As useful as digital locks are, some people just don’t get along with fancy technology. If this is you, it still pays to understand advances being engineered into seemingly conventional lock hardware. The Weiser SmartKey system is a case in point. It’s a unique deadbolt mechanism that can be rekeyed by anyone in less than 30 seconds. Insert a working key into the lock and turn it 90 degrees clockwise. Insert the thin metal tool included with the system into a small slot in the lock face, remove it, and then insert a new key. That’s it. The new key works and the old one doesn’t. If ever you feel the security of your current keys have been compromised, or you want to have all locks in your home keyed alike no matter what changes happen in the future, the SmartKey system lets you do it instantly, without a locksmith.
A Door Worth Locking: Most law-abiding Canadians never break into a house, and that’s why they don’t understand how futile it is to lock an ordinary wooden entry door. Fact is, any person of ordinary strength can easily force open a wooden door in less than a minute with nothing more than a few good hits with a shoulder or foot. I know because I did it when I was 12-years-old and locked out of my house. I’ve also seen more than half a dozen break-ins that all show the same sobering evidence. The weak link isn’t the door itself, or the lock. It’s the doorjamb. The wood is thin where the deadbolt interlocks with the jamb, and it’s easy to break, allowing full, easy and rapid access to your home. If all you have is an ordinary wooden door jamb, then you’re protected by nothing more than a piece of softwood that’s thinner than a tomato plant stake.
Even as most Canadians lock their doors with a sense of false security, the reality of this situation still has big implications. Every security system is only as strong as its weakest link.
Consider the facts: The average police response time to a home security alarm call often rises to longer than 20 minutes, yet a thief can be in and out of your house through ordinary doors in less than five. What good is an alarm system in a situation like this? It only serves to annoy the neighbours unless it’s also coupled with a trustworthy door.
There are two ways to prevent a thief from kicking in your door. All-metal, commercial-grade doors and jambs are much stronger than wood and virtually kick-proof, though they can look less than ideal on the front of a home. They’re also expensive to buy and require special skills to install.

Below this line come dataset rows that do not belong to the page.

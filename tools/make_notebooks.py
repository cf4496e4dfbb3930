"""Write the job notebooks 02 to 05 in notebooks/ (stored without outputs), reproducibly.

Each notebook is a list of markdown and code cells below; cell ids are derived from the notebook's
file name and the cell's position, so running this script twice gives byte-identical files. The
notebooks only call the headingref library and plot; they run top to bottom on the invented demo
scenario in data/demo/ (tests/test_notebooks.py executes them). Notebook 01 is written by hand
and is not touched here. Run from the repository root::

    python tools/make_notebooks.py           # write the four notebooks
    python tools/make_notebooks.py --check   # exit 1 if a stored notebook differs from this script
"""

from __future__ import annotations

import argparse
import hashlib
import sys
from pathlib import Path

import nbformat
from nbformat.v4 import new_code_cell, new_markdown_cell, new_notebook

NOTEBOOK_DIR = Path(__file__).resolve().parent.parent / "notebooks"

CAUTION_MD = (
    "*Planning and engineering aid only, not approved for navigation. Official publications and charts, "
    "the aircraft's approved data, the compass base's own survey and licensed engineering and survey "
    "practice govern. The field model omits local crustal anomalies.*"
)

SCENARIO_SETUP = '''\
scenario = load_scenario(DATA_DIR / "demo" / "scenario.toml")  # the invented demo scenario (data/demo/README.md)
DATE = scenario.analysis_date'''


def md(text: str) -> tuple[str, str]:
    return ("markdown", text.strip("\n"))


def code(text: str) -> tuple[str, str]:
    return ("code", text.strip("\n"))


# --------------------------------------------------------------------------- 02 route
ROUTE = [
    md(f"""
# A high-latitude route

Legs of a route leg by leg: distance and course along the WGS84 geodesic (Karney's algorithms, through
`pyproj.Geod`) or the rhumb line, in every heading reference: true, magnetic (IGRF-14 variation, east
positive, `magnetic = true - variation`), grid (meridian convergence of a polar stereographic grid from PROJ,
`grid = true - convergence`) and grivation. Along the way: the horizontal field H against the WMM caution
(6000 nT) and blackout (2000 nT) thresholds, and the declination uncertainty from the WMM error model. Copy
this notebook and point it at your own waypoint CSV (`name, lat, lon[, alt]`).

Another approach involves reinforcing your existing wooden door and jamb in key places with sheet steel. You could do this work on your own if you’re handy with metal, but a simpler option is a new product called Door Jamb Armor. It’s a system of steel hardware that caps the door jamb, the edge of the door around the handle and the hinge areas. Besides making the door much, much more kick resistant, Door Jamb Armor is also an excellent way to repair the damage caused by a previous break-in. Instead of the tedious job of repairing or replacing the wooden jamb and refinishing it, the steel system caps the damage while preventing it from happening again.
Installation takes about an hour using a cordless drill. And while the work does demand some DIY skills to complete, it’s far less troublesome than repairing a wooden jamb that’ll only fail again later if criminals ever come back.
Home security is a growing hassle for most Canadians, but it doesn’t have to be this way. As you upgrade your existing security hardware or tackle renovations that demand new locks and exterior doors, think keyless and think strong. The results will leave you safe, sound and a lot more hassle-free.